CB1 and CB2 receptors are located at the colonic epithelium and a protective effect of THC via epithelial permeability is conceivable (Fig. 1). Therefore, cannabinoids could enhance epithelial wound closure in the colon [6]. One of the prominent features of cannabinoids in experimental intestinal inflammation are their effects on immunocytes which mainly express CB2 receptors. Upon CB2 activation, T-cells undergo apoptosis and decreased proliferation in colitis [7]. Additionally, activation of CB2 diminishes the recruitment of neutrophils, T-cells and macrophages to the inflamed colon [7]. CB receptors are also found in the enteric nervous system (ENS), which controls gut motility and secretion [8]. CB1 receptors present in the ENS represent a break that protects the ENS from hyperstimulation, a situation easily caused by overexpression of inflammatory mediators that activate the ENS during IBD. Activation of CB receptors by THC, therefore, may reduce hypermotility associated with the inflammation of the gut [9]. The reduction of hypermotility may consequently alleviate diarrhea producing beneficial effects for the patient.
Natural and synthetic cannabinoids act via intestinal cannabinoid receptors 1 and 2 to regulate epithelial permeability, motility, secretion (via enteric nervous system), as well as leukocyte migration, recruitment and apoptosis. As the site with the highest CB1 expression (but also some CB2 expression), the brain may modulate motility, the sensation of pain and unpleasentness thus positively influencing the inflammatory process.
It should be emphasized that the brain is the major site of CB1 expression and that presence of CB2 has been also detected in the brainstem [8]. The use of Cannabis in improving inflammation could therefore well include central effects, such as a reduction in pain sensation and relief of nausea and feeling of unpleasantness.

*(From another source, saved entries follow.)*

//! How fast are the writers, and how much memory do they take? `cargo bench --bench writers` prints figure, limit, ratio.

#![allow(clippy::unwrap_used, clippy::expect_used, clippy::panic, missing_docs)]

use std::collections::BTreeMap;
use std::fs;
use std::io::{self, Write};
use std::time::Instant;

use stripwright::artwork::{Board, Layer, Role, Shape};
use stripwright::base::Point;
use stripwright::order::Source;
use stripwright::package::{Bundle, Job, WRITERS};

const VERTICES: usize = 1_000_000;
const LIMIT_MB_PER_S: f64 = 100.0;
/// On top of the board itself.
const LIMIT_MB: f64 = 20.0;
const RUNS: usize = 5;

/// Counts and forgets.
struct Counted(u64);

impl Write for Counted {
    fn write(&mut self, bytes: &[u8]) -> io::Result<usize> {
        self.0 += bytes.len() as u64;
        Ok(bytes.len())
    }

    fn flush(&mut self) -> io::Result<()> {
        Ok(())
    }
}

/// Greatest memory of the process so far, megabytes; `None` where the system does not tell.
fn peak_mb() -> Option<f64> {
    let status = fs::read_to_string("/proc/self/status").ok()?;
    let line = status.lines().find(|line| line.starts_with("VmHWM:"))?;
    Some(line.split_whitespace().nth(1)?.parse::<f64>().ok()? / 1024.0)
}

fn main() {
    let text = include_str!("../../templates/orders/edge-coupled.toml");
    let (order, _) = stripwright::order::read(&Source::from_text("starter", text), &stripwright::family::keys()).unwrap();
    let (mut made, _) = stripwright::make(&order).unwrap();
    // Discs of 10 000 vertices each, a metre apart at most: the coordinates have their usual eight or nine digits.
    let shapes: Vec<Shape> = (0..VERTICES / 10_000)
        .map(|i| {
            let (x0, y0) = ((20 + 50 * (i % 10)) as f64 * 1e-3, (20 + 50 * (i / 10)) as f64 * 1e-3);
            let vertex = |k: usize| {
                let angle = k as f64 * std::f64::consts::TAU / 10_000.0;
                Point::from_m(x0 + 0.02 * angle.cos(), y0 + 0.02 * angle.sin())
            };
            Shape { outer: (0..10_000).map(vertex).collect(), voids: vec![], role: Role::Circuit, net: format!("RES{i}") }
        })
        .collect();
    let count: usize = shapes.iter().map(|shape| shape.outer.len()).sum();
    made.board = Board { layers: BTreeMap::from([(Layer::Copper(1), shapes)]), ..made.board };
    let bundle = Bundle {
        dimensions: &made.dimensions,
        layout: &made.layout,
        board: &made.board,
        response: &made.response,
        figures: &made.figures,
        findings: &[],
    };
    let job = Job::new(&bundle, std::path::Path::new("."));
    let before_mb = peak_mb();
    let gerber = WRITERS.iter().find(|writer| writer.file_name("x") == "x-copper-l1-top.gbr").unwrap();
    let mut best_mb_per_s: f64 = 0.0;
    let mut bytes = 0;
    for _ in 0..RUNS {
        let mut out = Counted(0);
        let begun = Instant::now();
        (gerber.write)(&job, &mut out).unwrap();
        bytes = out.0;
        best_mb_per_s = best_mb_per_s.max(bytes as f64 / 1e6 / begun.elapsed().as_secs_f64());
    }
    println!(
        "Gerber, {count} vertices, {:.1} MB:  {best_mb_per_s:.0} MB/s, limit {LIMIT_MB_PER_S:.0}, ratio {:.2}",
        bytes as f64 / 1e6,
        best_mb_per_s / LIMIT_MB_PER_S
    );
    let mut met = best_mb_per_s >= LIMIT_MB_PER_S;
    if let (Some(before_mb), Some(after_mb)) = (before_mb, peak_mb()) {
        let more_mb = after_mb - before_mb;
        println!("memory beyond the board:  {more_mb:.1} MB, limit {LIMIT_MB:.0}, ratio {:.2}", more_mb / LIMIT_MB);
        met &= more_mb <= LIMIT_MB;
    }
    std::process::exit(i32::from(!met));
}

One report suggests that a full antiinflammatory response of cannabinoids in gut inflammation includes the central nervous system since a peripherally restricted CB1/CB2 receptor agonist was either not effective or too weak to improve colitis, depending on the exprimental model used [10].
In their prospective study, Naftali et al. used THC-free Cannabis as placebo with no other cannabinoids present [3]. However, we should consider that also other ingredients of Cannabis, such as cannabidiol, cannabigerol, and tetrahydrocannabivarine (THCV), all of them non-psychotropic components of Cannabis, have proven antiinflammatory effects in experimental intestinal inflammation [9]. Their actions partly involve non-CB receptor mechanisms via, for instance, peroxisome proliferator-activated receptors (PPAR) and transient receptor potential cation channels subfamily V receptors (TRPV) and should be regarded as additive beneficial effects of Cannabis in the improvement of colitis in addition to THC-mediated effects.

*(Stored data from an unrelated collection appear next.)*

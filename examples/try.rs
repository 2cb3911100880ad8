use std::collections::BTreeMap;
use stripwright::order::*;
fn order(from: f64, to: f64, n: usize, er: f64, h: f64, shape: ResponseShape, ports: [f64; 2]) -> Order {
    Order {
        name: "x".into(),
        title: "x".into(),
        part_number: None,
        contact: None,
        acceptance_class: 2,
        revision: "A".into(),
        date: None,
        classes: None,
        filter: Filter {
            family: "edge-coupled".into(),
            response: shape,
            band: Band::BandPass { from_hz: from, to_hz: to },
            degree: Some(n),
            ports_ohm: ports,
            own: BTreeMap::new(),
        },
        requirements: vec![],
        laminate: Laminate {
            class: "x".into(),
            about: "".into(),
            kind: LaminateKind::Ptfe,
            permittivity: er,
            permittivity_tolerance: 0.04,
            in_plane_permittivity: None,
            loss_tangent: 0.0013,
            thickness_m: h,
            thickness_tolerance_m: 0.03e-3,
            copper: Copper { base_m: 18e-6, plating_m: 17e-6, roughness_m: 1.8e-6, conductivity_s_per_m: 5.8e7 },
            finish: "bare".into(),
        },
        shop: Shop {
            class: "x".into(),
            about: "".into(),
            line_m: 0.1e-3,
            gap_m: 0.1e-3,
            hole_m: 0.3e-3,
            annular_ring_m: 0.15e-3,
            hole_to_hole_m: 0.3e-3,
            edge_clearance_m: 0.3e-3,
            aspect_ratio: 8.,
            grid_m: 1e-6,
            registration_m: 0.1e-3,
            line_tolerance_m: 0.02e-3,
            hole_tolerance_m: 0.1e-3,
            outline_tolerance_m: 0.1e-3,
            text_stroke_m: 0.15e-3,
            text_height_m: 1e-3,
            mask_dam_m: 0.1e-3,
            mask_clearance_m: 0.05e-3,
            undercut_m: 0.0,
            compensation: Compensation::ByTheShop,
            panel_m: [0.4, 0.3],
        },
        board: BoardRequest {
            launch: Launch { class: "open".into(), about: "".into(), shape: LaunchShape::Open },
            mask: Mask::None,
            size: BoardSize::Margin(8e-3),
            outline: true,
            port_side: [Side::Left, Side::Right],
            port_offset_m: 0.,
            level: false,
            text: TextOn::Legend,
            mounting_holes: vec![],
            keep_outs: vec![],
        },
        housing: None,
        defaults: vec![],
    }
}
fn svg(b: &stripwright::artwork::Board) -> String {
    use stripwright::artwork::*;
    let w = b.outline.outer.iter().map(|p| p.x.mm()).fold(0., f64::max);
    let h = b.outline.outer.iter().map(|p| p.y.mm()).fold(0., f64::max);
    let mut o = format!(
        "<svg xmlns='http://www.w3.org/2000/svg' width='{}' height='{}' viewBox='0 0 {w} {h}'><rect width='{w}' height='{h}' fill='#eee'/>",
        w * 30.,
        h * 30.
    );
    let path = |s: &Shape| {
        let mut d = String::new();
        for r in std::iter::once(&s.outer).chain(&s.voids) {
            for (i, p) in r.iter().enumerate() {
                d += &format!("{}{} {} ", if i == 0 { "M" } else { "L" }, p.x.mm(), h - p.y.mm());
            }
            d += "Z ";
        }
        d
    };
    for (l, shapes) in &b.layers {
        if *l == Layer::Copper(2) {
            continue;
        }
        for s in shapes {
            let c = match (l, s.role) {
                (Layer::Copper(_), Role::Ground) => "#888",
                (Layer::Copper(_), _) => "#c73",
                (Layer::Legend(_), _) => "#06c",
                _ => "none",
            };
            o += &format!(
                "<path d='{}' fill='{c}' fill-rule='evenodd' stroke='{}' stroke-width='0.03'/>",
                path(s),
                if matches!(l, Layer::Mask(_)) { "#0a0" } else { "none" }
            );
        }
    }
    for x in &b.holes {
        o += &format!("<circle cx='{}' cy='{}' r='{}' fill='#fff'/>", x.at.x.mm(), h - x.at.y.mm(), x.diameter.mm() / 2.);
    }
    o + "</svg>"
}
fn main() {
    if std::env::args().nth(1).as_deref() == Some("draw") {
        let mut o = order(3.4e9, 3.8e9, 4, 3.0, 0.762e-3, ResponseShape::EqualRipple { ripple_db: 0.1 }, [50., 50.]);
        o.title = "Receive preselector, mooring-buoy telemetry".into();
        o.name = "buoy-preselector".into();
        o.board.level = std::env::args().nth(2).is_some();
        o.board.launch = Launch {
            class: "c".into(),
            about: "".into(),
            shape: LaunchShape::EdgeCoax {
                pad_length_m: 4e-3,
                pad_width_m: 1.27e-3,
                pull_back_m: 0.1e-3,
                ground_gap_m: 0.5e-3,
                ground_length_m: 4e-3,
                ground_width_m: 3.5e-3,
                taper_length_m: 1e-3,
                via_hole_m: 0.4e-3,
                via_pad_m: 0.8e-3,
                via_pitch_m: 1.2e-3,
                board_thickness_m: [0.5e-3, 1.8e-3],
                up_to_hz: 12e9,
            },
        };
        let t = std::time::Instant::now();
        let (made, chosen) = stripwright::make(&o).unwrap();
        println!("{:?}", t.elapsed());
        for f in &made.findings {
            println!("{f}");
        }
        println!("{:#?}", made.figures);
        println!("{:?} {:?}", chosen.refined.before_snapping, chosen.refined.after_snapping);
        for d in &made.dimensions.list {
            println!("{} {:.4} {:.4} {:?}", d.name, d.value_m * 1e3, d.first_guess_m * 1e3, d.corrections_m);
        }
        std::fs::write("/tmp/b.svg", svg(&made.board)).unwrap();
        return;
    }
    if std::env::args().nth(1).as_deref() == Some("sweep") {
        let o = order(3.4e9, 3.8e9, 5, 3.0, 0.762e-3, ResponseShape::EqualRipple { ripple_db: 0.1 }, [50., 50.]);
        let fam = stripwright::family::of(&o).unwrap();
        let (g, _) = fam.first_guess(&o, 5).unwrap();
        let layout = fam.layout(&g).unwrap();
        let f: Vec<f64> = (0..4000).map(|i| 1e9 + 2.5e6 * i as f64).collect();
        for _ in 0..5 {
            let book = stripwright::line::Book::new(stripwright::line::AsBuilt::nominal(&o));
            let t = std::time::Instant::now();
            let c = stripwright::network::Circuit::new(&layout, &book, [50., 50.], stripwright::network::Planes::Feed).unwrap();
            let t1 = t.elapsed();
            let r = c.sweep(&f);
            println!("plan {:?} sweep {:.3} us/point {}", t1, t.elapsed().as_secs_f64() * 1e6 / 4000., r.s[0][0]);
            let t = std::time::Instant::now();
            for x in &f[..400] {
                c.sweep(&[*x]);
            }
            println!("single {:.3} us/point", t.elapsed().as_secs_f64() * 1e6 / 400.);
        }
        return;
    }
    let mut s = 1u64;
    let mut r = || {
        s = s.wrapping_add(0x9E3779B97F4A7C15);
        let mut z = s;
        z = (z ^ (z >> 30)).wrapping_mul(0xBF58476D1CE4E5B9);
        z = (z ^ (z >> 27)).wrapping_mul(0x94D049BB133111EB);
        ((z ^ (z >> 31)) >> 11) as f64 / (1u64 << 53) as f64
    };
    let count: usize = std::env::args().nth(1).map_or(60, |a| a.parse().unwrap());
    let (mut met, mut refused, mut bad) = (0, 0, 0);
    for i in 0..count {
        let fc = 1e9 * 12f64.powf(r());
        let fbw = 0.03 + 0.17 * r();
        let n = 2 + (6.0 * r()) as usize;
        let er = 2.2 + 8.0 * r();
        let hs = [0.254e-3, 0.508e-3, 0.762e-3, 1.27e-3, 1.524e-3];
        let h = hs[(5.0 * r()) as usize];
        let shape =
            if r() < 0.25 { ResponseShape::MaximallyFlat } else { ResponseShape::EqualRipple { ripple_db: 0.01 * 50f64.powf(r()) } };
        let ports = if r() < 0.15 { [50., 75.] } else { [50., 50.] };
        let o = order(fc * (1. - fbw / 2.), fc * (1. + fbw / 2.), n, er, h, shape, ports);
        let fam = stripwright::family::of(&o).unwrap();
        let t = std::time::Instant::now();
        let head = format!("{i:3} fc {:.2} fbw {:.3} n {n} er {er:.1} h {:.3} {:?} {:?}", fc / 1e9, fbw, h * 1e3, shape, ports);
        match fam.first_guess(&o, n) {
            Err(p) => {
                refused += 1;
                println!("{head}: REFUSED {}", p[0])
            }
            Ok((g, _)) => match stripwright::refine::refine(fam, &g) {
                Ok(x) => {
                    met += 1;
                    println!(
                        "{head}: ok {:.3} -> {:.3} in {:.0} ms, min gap {:.3}",
                        x.before_snapping.worst_ratio,
                        x.after_snapping.worst_ratio,
                        t.elapsed().as_secs_f64() * 1e3,
                        g.list.iter().filter(|d| d.name.ends_with("gap")).map(|d| d.value_m).fold(1., f64::min) * 1e3
                    )
                }
                Err(p) => {
                    bad += 1;
                    println!(
                        "{head}: FAILED {} ({:.0} ms) gaps {:?}",
                        p[0],
                        t.elapsed().as_secs_f64() * 1e3,
                        g.list.iter().filter(|d| d.name.ends_with("gap")).map(|d| (d.value_m * 1e6).round()).collect::<Vec<_>>()
                    )
                }
            },
        }
    }
    println!("met {met} refused {refused} failed {bad}");
}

In summary, in agreement with the ancient use of Cannabis in intestinal disturbances and one decade of animal research, Cannabis was shown in a clinical trial to reduce symptoms in patients with CD. This elegant translation should be followed by larger trials confirming these results and by trials establishing the involved mechanisms to open a promising direction for future treatment of IBD.